Show Question
Math and science::INF ML AI

# Covariance matrix

Let $$X$$ and $$Y$$ be two random variables. The covariance between $$X$$ and $$Y$$ is defined as:

\begin{aligned} Cov[X,Y] &:= E[(X-E[X])(Y-E[Y])] \\ &= E[XY] - E[X]E[Y] \end{aligned}

Let the vector $$Z$$ be defined like so: $$Z := \begin{bmatrix} X \\ Y\end{bmatrix}$$. Thus, $$Z$$ is a vector of random variables.

The covariance matrix for $$Z$$ is defined as:

\begin{aligned} Cov[Z] &:= E[(Z - E[Z])(Z - E[Z])^T] \\ &= \begin{bmatrix} Var(X) & Cov(X, Y) \\ Cov(X, Y) & Var(Y) \end{bmatrix} \\ \end{aligned}

Where the expectation is an elementwise operation. The covariance matrix is a result of a matrix multiplication of two vector-like matrices, which produces a 2x2 matrix. (Yes, it is valid!).

### Matrix interpretation

An intepretation of such a 2x1*1x2 matrix multiplication is:

\begin{aligned} \begin{bmatrix} A \\ B \end{bmatrix} \begin{bmatrix}C & D\end{bmatrix} &= \begin{bmatrix}AC & AD \\ BC & BC \end{bmatrix} \\ &= \begin{bmatrix}C\begin{pmatrix}A \\ B\end{pmatrix} & D\begin{pmatrix}A \\ B \end{pmatrix} \end{bmatrix} \end{aligned}

The first matrix can be considered a transformation matrix which transforms a single dimension into 2 dimensions. $$A$$ is the factor by which the input scalar is multiplied by to produce the first output dimension; $$B$$ is the same quantity for the second output dimension.

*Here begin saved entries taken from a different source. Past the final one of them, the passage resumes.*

@dataclass(frozen=True)
class _Spectrum:
    """Lines of one emitter in a band: frequencies and dipole moments (A*m or A*m^2, peak)."""

    name: str
    kind: str  # "electric" | "magnetic"
    position_m: np.ndarray  # board coordinates (3,)
    direction: np.ndarray  # board coordinates (3,)
    freqs_hz: np.ndarray
    moments: np.ndarray
    parts: tuple = ((np.zeros(3), 1.0),)  # (offset from position_m, share of the moment)
    prf_hz: float | None = None
    duty: float = 1.0


class World:
    """The physical truth behind the simulated instruments.

    Parameters
    ----------
    board : Board
        The validated board file.
    seed : int
        Seed for the per-emitter frequency offsets (within each emitter's ``tolerance_ppm``).
    """

    def __init__(self, board: Board, seed: int = 0) -> None:
        self._board = board
        self._scale = {}
        # The lines depend only on the pose and the band: repeated sweeps at one pose (max-hold,
        # several segments, final readings) reuse them. The receiver draws new noise every sweep.
        self._last_key = None
        self._last_lines: list[Line] = []
        self._cache_lock = threading.Lock()
        for index, emitter in enumerate(board.emitters):
            rng = np.random.default_rng([int(seed), index])
            offset_ppm = rng.uniform(-1.0, 1.0) * emitter.tolerance_ppm
            self._scale[emitter.name] = 1.0 + offset_ppm * 1e-6

    # -- public helpers ------------------------------------------------------------------------

    @property
    def board(self) -> Board:
        """The board this world was built from."""
        return self._board

    @property
    def noise_figure_db(self) -> float:
        """Analyzer noise figure from the board file, dB."""
        return self._board.receiver.noise_figure_db

    @property
    def board_origin_m(self) -> tuple[float, float, float]:
        """Stage coordinates of the board origin (corner (0, 0) on the top surface), m."""
        return self._board.stage.board_origin_m

    def emitter_positions_m(self) -> dict[str, tuple[float, float, float]]:
        """Board coordinates (x, y, z = -depth) of every emitter, metres."""
        return {e.name: (e.position_m[0], e.position_m[1], -e.depth_m) for e in self._board.emitters}

    def emitter_frequency_hz(self, name: str) -> float:
        """Actual fundamental (or carrier) frequency of an emitter, tolerance offset applied."""
        emitter = self._board.emitter(name)
        if isinstance(emitter, CableEmitter):
            return self.emitter_frequency_hz(emitter.driven_by)
        return emitter.frequency_hz * self._scale[name]

    def lines(self, state: SimState, f_lo_hz: float, f_hi_hz: float) -> list[Line]:
        """Every spectral line in [f_lo_hz, f_hi_hz] at the analyzer input, dBm RMS.

        Parameters
        ----------
        state : SimState
            Pose of the bench (read under its lock).
        f_lo_hz, f_hi_hz : float
            Band, Hz.

        Returns
        -------
        list of Line
            Sorted by frequency; lines below :data:`FLOOR_DBM` dropped. An undefined probe tool
            number gives no lines (an unconnected input).
        """
        with state.lock:
            tool = state.tool
            powered = state.board_powered
            probe_m = tuple(state.probe_m)
            rotation_deg = state.probe_rotation_deg
            mast_m, pol, az_deg = state.mast_height_m, state.polarization, state.azimuth_deg
        key = (tool, powered, probe_m, rotation_deg, mast_m, pol, az_deg, f_lo_hz, f_hi_hz)
        with self._cache_lock:
            if key == self._last_key:
                return list(self._last_lines)
        out = self._compute_lines(key)
        with self._cache_lock:
            self._last_key, self._last_lines = key, out
        return list(out)

    def _compute_lines(self, key) -> list[Line]:
        tool, powered, probe_m, rotation_deg, mast_m, pol, az_deg, f_lo_hz, f_hi_hz = key
        if tool == 0:
            spectra = self._spectra(f_lo_hz, f_hi_hz) if powered else []
            out = self._far_field_lines(spectra, mast_m, pol, az_deg)
            out += self._ambient_far(pol, f_lo_hz, f_hi_hz)
        else:
            probe = self._board.probe(tool)
            if probe is None:
                return []
            spectra = self._spectra(f_lo_hz, f_hi_hz) if powered else []
            tip_m = np.asarray(probe_m) - np.asarray(self.board_origin_m)
            out = self._near_field_lines(spectra, probe, tip_m, rotation_deg)
            out += self._ambient_near(probe, f_lo_hz, f_hi_hz)
        return sorted(out, key=lambda line: line.freq_hz)

    # -- sources -------------------------------------------------------------------------------

    def _spectra(self, f_lo_hz: float, f_hi_hz: float) -> list[_Spectrum]:
        out = []
        for e in self._board.emitters:
            spec = self._emitter_spectrum(e, f_lo_hz, f_hi_hz)
            if spec is not None and spec.freqs_hz.size:
                out.append(spec)
        return out

    def _emitter_spectrum(self, e, f_lo_hz: float, f_hi_hz: float) -> _Spectrum | None:
        position = np.array([e.position_m[0], e.position_m[1], -e.depth_m])
        if e.kind == "cable":
            return self._cable_spectrum(e, position, f_lo_hz, f_hi_hz)
        f0 = e.frequency_hz * self._scale[e.name]
        common = dict(name=e.name, kind=e.dipole, position_m=position, direction=np.asarray(e.axis),
                      parts=_extent(e))
        if e.kind in ("spur", "burst"):
            inside = f_lo_hz <= f0 <= f_hi_hz
            freqs = np.array([f0] if inside else [])
            moments = np.full(freqs.shape, e.current_a * e.coupling_m_or_m2)
            if e.kind == "burst":
                return _Spectrum(**common, freqs_hz=freqs, moments=moments,
                                 prf_hz=e.repetition_hz, duty=e.duty)
            return _Spectrum(**common, freqs_hz=freqs, moments=moments)
        freqs, volts = self._trapezoid_volts(e, f0, f_lo_hz, f_hi_hz)
        return _Spectrum(**common, freqs_hz=freqs,
                         moments=volts / e.impedance_ohm * e.coupling_m_or_m2)

    def _trapezoid_volts(self, e, f0_hz: float, f_lo_hz: float, f_hi_hz: float):
        """Harmonic voltages (peak) of a clock or switcher in the band, ringing included."""
        n_min, n_max = max(1, math.ceil(f_lo_hz / f0_hz)), math.floor(f_hi_hz / f0_hz)
        if n_max < n_min:
            return np.empty(0), np.empty(0)
        freqs, volts = physics.trapezoid_harmonics(e.amplitude_v, f0_hz, e.duty, e.rise_time_s,
                                                   n_max, n_min)
        if e.kind == "switcher" and e.ring_frequency_hz is not None:
            x = freqs / e.ring_frequency_hz
            volts = volts * np.abs(1.0 / (1.0 - x**2 + 1j * x / e.ring_q))
        return freqs, volts

    def _cable_spectrum(self, e: CableEmitter, position, f_lo_hz, f_hi_hz) -> _Spectrum:
        driver = self._board.emitter(e.driven_by)
        f0 = driver.frequency_hz * self._scale[driver.name]
        freqs, volts = self._trapezoid_volts(driver, f0, f_lo_hz, f_hi_hz)
        # Common-mode impedance: series resonance at the quarter-wave frequency (a monopole's
        # input impedance near its first resonance), radiation resistance at resonance.
        f_q = C0_M_PER_S / (4.0 * e.length_m)
        z_ohm = e.resistance_ohm * (1.0 + 1j * e.resonance_q * (freqs / f_q - f_q / freqs))
        current_a = np.abs(volts * 10.0 ** (e.coupling_db / 20.0) / z_ohm)
        effective_m = np.minimum(e.length_m / 2.0, physics.wavelength_m(freqs) / (2.0 * np.pi))
        return _Spectrum(name=e.name, kind="electric", position_m=position,
                         direction=np.asarray(e.axis), freqs_hz=freqs, moments=current_a * effective_m,
                         parts=_cable_extent(e))

    # -- near field ----------------------------------------------------------------------------

    def _near_field_lines(self, spectra, probe, tip_m, rotation_deg) -> list[Line]:
        out = []
        for s in spectra:
            if isinstance(probe, HLoopProbe):
                volts = self._loop_volts(s, probe, tip_m, rotation_deg)
            else:
                volts = self._stub_volts(s, probe, tip_m)
            out += _make_lines(s, physics.peak_to_dbm(volts))
        return out

    def _loop_volts(self, s: _Spectrum, probe: HLoopProbe, tip_m, rotation_deg):
        axis, points = _loop_points(probe, tip_m, rotation_deg)
        _, h = _near_fields(s, points, _DISC_WEIGHTS)
        h_axial = h @ axis  # area average of H along the loop axis
        return physics.loop_probe_voltage(h_axial, s.freqs_hz, probe.radius_m, probe.turns,
                                          _loop_inductance(probe))

    def _stub_volts(self, s: _Spectrum, probe: EProbe, tip_m):
        e, _ = _near_fields(s, tip_m[None, :])
        return physics.e_probe_voltage(e[:, 2], s.freqs_hz, probe.effective_height_m,
                                       probe.capacitance_f)

    def _ambient_near(self, probe, f_lo_hz, f_hi_hz) -> list[Line]:
        out = []
        for a in self._ambient_in(f_lo_hz, f_hi_hz):
            e_peak = 1e-6 * 10.0 ** (a.field_dbuv_per_m / 20.0) * math.sqrt(2.0)
            if isinstance(probe, HLoopProbe):
                v = physics.loop_probe_voltage(e_peak / ETA0_OHM, a.frequency_hz, probe.radius_m,
                                               probe.turns, _loop_inductance(probe))
            else:
                v = physics.e_probe_voltage(e_peak, a.frequency_hz, probe.effective_height_m,
                                            probe.capacitance_f)
            out += _ambient_line(a, float(physics.peak_to_dbm(v)))
        return out

    # -- far field -----------------------------------------------------------------------------

    def _far_field_lines(self, spectra, mast_m, polarization, az_deg) -> list[Line]:
        site = self._board.site
        antenna = np.array([[site.distance_m, 0.0, mast_m]])
        if polarization not in _ELEMENT:
            raise PlanError(f"polarization must be 'horizontal' or 'vertical', found {polarization!r}")
        element = _ELEMENT[polarization]
        rot = _rotation_z(az_deg)
        cx, cy = self._board.board.centre_m
        out = []
        for s in spectra:
            source = rot @ (s.position_m - np.array([cx, cy, 0.0])) + np.array([0.0, 0.0, site.table_height_m])
            direction = rot @ s.direction
            if site.ground_plane:
                e, _ = physics.dipole_field_over_ground(s.kind, source, direction, s.moments,
                                                        s.freqs_hz, antenna)
            else:
                e, _ = physics.dipole_field(s.kind, source, direction, s.moments, s.freqs_hz, antenna)
            e_co = e[:, 0, :] @ element
            out += _make_lines(s, physics.peak_to_dbm(e_co) + self._chain_db(s.freqs_hz))
        return out

    def _chain_db(self, freqs_hz) -> np.ndarray:
        """dB from field (V/m) to analyzer input: minus AF, minus cable loss, plus preamp."""
        site = self._board.site
        af_db = physics.antenna_factor_db_from_gain(freqs_hz, site.antenna_gain_dbi(freqs_hz))
        return -np.asarray(af_db) - site.cable_loss_db + site.preamp_gain_db

    def _ambient_far(self, polarization, f_lo_hz, f_hi_hz) -> list[Line]:
        site = self._board.site
        out = []
        for a in self._ambient_in(f_lo_hz, f_hi_hz):
            # dBuV/m (RMS) -> dBuV at the analyzer -> dBm in 50 ohm (derived, docs/physics.md:
            # 106.99 = 10 log10(50) + 90)
            level = dbuv_to_dbm(a.field_dbuv_per_m + float(self._chain_db(np.array([a.frequency_hz]))[0]))
            if a.polarization not in ("both", polarization):
                level -= site.cross_polar_rejection_db
            out += _ambient_line(a, level)
        return out

    def _ambient_in(self, f_lo_hz, f_hi_hz):
        return [a for a in self._board.ambient if f_lo_hz <= a.frequency_hz <= f_hi_hz]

The matrix $$\begin{bmatrix} C & D\end{bmatrix}$$ can be considered a list of two separate scalars that will be transformed separately.

For the case of $$Z Z^T$$, if $$Z$$ has $$D$$ dimensions, then the output is D vectors combined horizontally into a matrix, where each vector is the original $$Z$$ multiplied by one of it's components.

For the 2 dimensional covariance matrix we have:

\begin{aligned} Cov[Z] &= E[ (Z - E[Z])(Z - E[Z])^T] \\ &= E\left[ \begin{bmatrix}X - \mu_X \\ Y - \mu_Y \end{bmatrix} \begin{bmatrix}X-\mu_X & Y-\mu_Y\end{bmatrix} \right] \\ &= E[\begin{bmatrix}(X - \mu_X) \begin{pmatrix} X - \mu_X \\ Y - \mu_Y\end{pmatrix} & (Y - \mu_Y) \begin{pmatrix} X - \mu_X \\ Y - \mu_Y\end{pmatrix} \end{bmatrix} ] \\ &= \begin{bmatrix} Cov(X, X) & Cov(Y, X) \\ Cov(X, Y) & Cov(Y, Y) \end{bmatrix} \\ &= \begin{bmatrix} Var(X) & Cov(X, Y) \\ Cov(X, Y) & Var(Y) \end{bmatrix} \end{aligned}

The covariance matrix is symmetric, like all matrixes of the form $$X X^T$$. Its diagonal is the variances of each random variable.

#### Random variable interpretation

Covariance is the expected value of the random variable $$Z = (X - \bar{X})(Y - \bar{Y})$$. Imagine the probability mass function of $$X$$ and $$Y$$, then $$X - \bar{X}$$ and $$Y - \bar{Y}$$, then the 2 dimensional $$(X - \bar{X}, Y- \bar{Y})$$, then finally the 1 dimensional $$Z$$. The covariance is a single value representing the expectation (product sum) of the value-probabilities of $$Z$$.